何故なら、彼女が、美琴が信じられない程悲しそうな顔で下を見ていたから。
一方通行が知る御坂美琴は、明るくて、皆の中心にいそうな人物で、ガキっぽくて、レベル5で。
こんな悲しそうな顔は、見たこと無かったし、感じたことも無かった。
「……あっ!?ご、ごめん!ぼーっとしちゃって。

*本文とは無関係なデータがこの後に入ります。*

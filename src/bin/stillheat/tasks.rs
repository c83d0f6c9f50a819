//! Several files in parallel, each by itself.

use serde::Serialize;
use std::io::Read;
use std::path::{Path, PathBuf};
use std::sync::Mutex;
use std::sync::atomic::{AtomicUsize, Ordering};
use stillheat::answer::Report;
use stillheat::problem::Problem;

/// What became of a file.
#[derive(Serialize)]
#[serde(untagged)]
pub enum Outcome {
    /// It was answered.
    Answered {
        /// The file as it was named.
        file: String,
        /// The answer.
        report: Box<Report>,
    },
    /// It holds no scenario that can be solved.
    Problems {
        /// The file as it was named.
        file: String,
        /// Everything that is wrong with it.
        problems: Vec<Problem>,
    },
    /// It, or its pictures, could not be read or written.
    Unreadable {
        /// The file as it was named.
        file: String,
        /// Why not.
        unreadable: String,
    },
}

/// Answers to all files, in their order.
pub fn answer_all(files: &[PathBuf], pictures: Option<&Path>) -> Vec<Outcome> {
    let workers = std::thread::available_parallelism().map_or(1, usize::from).min(files.len());
    let next = AtomicUsize::new(0);
    let done: Mutex<Vec<(usize, Outcome)>> = Mutex::new(Vec::new());
    std::thread::scope(|scope| {
        for _ in 0..workers {
            scope.spawn(|| {
                loop {
                    let number = next.fetch_add(1, Ordering::Relaxed);
                    let Some(file) = files.get(number) else { return };
                    let outcome = answer(file, pictures);
                    done.lock().expect("no worker panics").push((number, outcome));
                }
            });
        }
    });
    let mut done = done.into_inner().expect("no worker panics");
    done.sort_by_key(|entry| entry.0);
    done.into_iter().map(|entry| entry.1).collect()
}

fn answer(path: &Path, pictures: Option<&Path>) -> Outcome {
    let file = path.display().to_string();
    let text = match read(path) {
        Ok(text) => text,
        Err(error) => return Outcome::Unreadable { file, unreadable: error.to_string() },
    };
    let solved = match stillheat::solve(&text) {
        Ok(solved) => solved,
        Err(problems) => return Outcome::Problems { file, problems },
    };
    if let Some(folder) = pictures
        && let Err(error) = draw(&solved, path, folder)
    {
        return Outcome::Unreadable { file, unreadable: format!("{}: {error}", folder.display()) };
    }
    Outcome::Answered { file, report: Box::new(solved.report) }
}

/// The text of a file; `-` is standard input. Bytes that are no UTF-8 are replaced and found by the reader.
fn read(path: &Path) -> std::io::Result<String> {
    let bytes = if path == Path::new("-") {
        let mut bytes = Vec::new();
        std::io::stdin().lock().read_to_end(&mut bytes)?;
        bytes
    } else {
        std::fs::read(path)?
    };
    Ok(String::from_utf8_lossy(&bytes).into_owned())
}

/// Writes each picture at the moment that was asked for.
fn draw(solved: &stillheat::Solved, path: &Path, folder: &Path) -> std::io::Result<()> {
    std::fs::create_dir_all(folder)?;
    let stem = path.file_stem().map_or_else(|| "scenario".into(), |stem| stem.to_string_lossy().into_owned());
    for (name, svg) in stillheat::picture::sheets(solved) {
        std::fs::write(folder.join(format!("{stem}-{name}.svg")), svg)?;
    }
    Ok(())
}
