//! Answers as JSON and as text to read.

use super::tasks::Outcome;
use std::fmt::Write;
use stillheat::answer::Report;

/// A JSON list, one entry a file.
pub fn json(outcomes: &[Outcome]) -> String {
    match serde_json::to_string_pretty(outcomes) {
        Ok(text) => text + "\n",
        Err(error) => format!("{{\"internal\": \"{error}\"}}\n"),
    }
}

/// Text to read, one block a file.
pub fn all(outcomes: &[Outcome]) -> String {
    let blocks: Vec<String> = outcomes.iter().map(one).collect();
    blocks.join("\n")
}

fn one(outcome: &Outcome) -> String {
    match outcome {
        Outcome::Answered { file, report } => answered(file, report),
        Outcome::Problems { file, problems } => {
            let lines: Vec<String> = problems.iter().map(|problem| format!("  {problem}\n")).collect();
            format!("{file}: cannot be answered\n{}", lines.concat())
        }
        Outcome::Unreadable { file, unreadable } => format!("{file}: {unreadable}\n"),
    }
}

fn answered(file: &str, report: &Report) -> String {
    let title = if report.title.is_empty() { file } else { &report.title };
    let mut text = format!("{title}\n  {}\n  {}\n", report.headline, report.detail);
    // Writing into a string cannot fail.
    for one in &report.ready_when {
        let _ = writeln!(text, "  ready when {}: {}", one.words, one.outcome_words);
    }
    for one in &report.must_not {
        let _ = writeln!(text, "  must not: {}: {}", one.words, one.outcome_words);
    }
    for (name, value) in &report.checks {
        let _ = writeln!(text, "  {name}: {value}");
    }
    for one in &report.by_hand {
        let holds = if one.holds { "holds" } else { "does not hold" };
        let _ = writeln!(text, "  by hand, {}: {} ({holds}: {})", one.name, one.gives, one.validity);
    }
    for warning in &report.warnings {
        let _ = writeln!(text, "  worth knowing: {warning}");
    }
    for caution in &report.cautions {
        let _ = writeln!(text, "  caution: {caution}");
    }
    text
}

何か言った?」
そのセリフとともに何時もの顔に戻る。
何かを隠す少女に一方通行は、
「いや、なンでもねェよ」
そう、返した。
「一体……何隠してやがる?」
時間が立ち、夕暮れの世界になった頃。
街を歩きながら一方通行は首を捻っていた。
考えているのは勿論美琴の隠し事について。
「……やめだ」
ポツリと呟き、思考を止める。
いずれにせよ、隠すからには隠すだけの理由があるのだろう。
だとしたら彼に出来るのはただ待つことだけだ。
「まァ、アイツがオレに話すとは思わねェがな」
こんなことを考えるとは、やはりお人好しが移っていっているからだろう。
「ヤバイ!遅れっちまう!」
そう、スーパーのセールに遅れまいと前方から全力疾走しているツンツン髪の少年とかの。
「オイ、何無視してやがる」
「へぶっ!?」
無視して横をすり抜けようとした少年の襟首を掴み地面に引きずり倒す。
突然そんなことをされた彼は呼吸困難に陥りながら地面に叩きつけられた。
「上条(かみじょう)当麻(とうま)くゥン?オレを無視して行くたァ良い度胸だなァ」
「げほっ、げほっ……っ!?ええっと……」
が、学生服を着た彼、上条当麻は咳き込んだのを止めたかと思うと、
「あっ!俺特売があるんで!」
「あン?ちょ、オマ」
一方通行の制止を振り切り、彼は走った。
数少ない知り合いの不思議な態度に、一方通行は疑問を抱く。
「なンだったンだ三下の野郎……」
まぁいいかと、帰路に付き直し、
「……?」
ふと、何か景色の中に違和感を感じた。
僅かな違和感。
辺りをぐるりと見直す。
「……」
反対側の歩道、車道を挟んだその道を歩く人達の間から暗い路地裏への道が見える。
茶色の靴が、片方だけ入り口に落ちていた。
一方通行は確信する。
違和感の正体はこれだと。
彼は、反対側に渡るための横断歩道に向かって歩き始めた。
■
薄暗い、路地裏の道。
そこの入り口で一方通行は屈んでいた。
彼が見ているのは茶色の靴。学校指定にされていそうな皮のローファー。
何故か右だけ落ちていた。
「……」
一方通行は自分の精神状態に疑問を持つ。
ただの靴を見ているだけなのに、心臓の鼓動が収まらない。逆にドンドン早くなってゆく。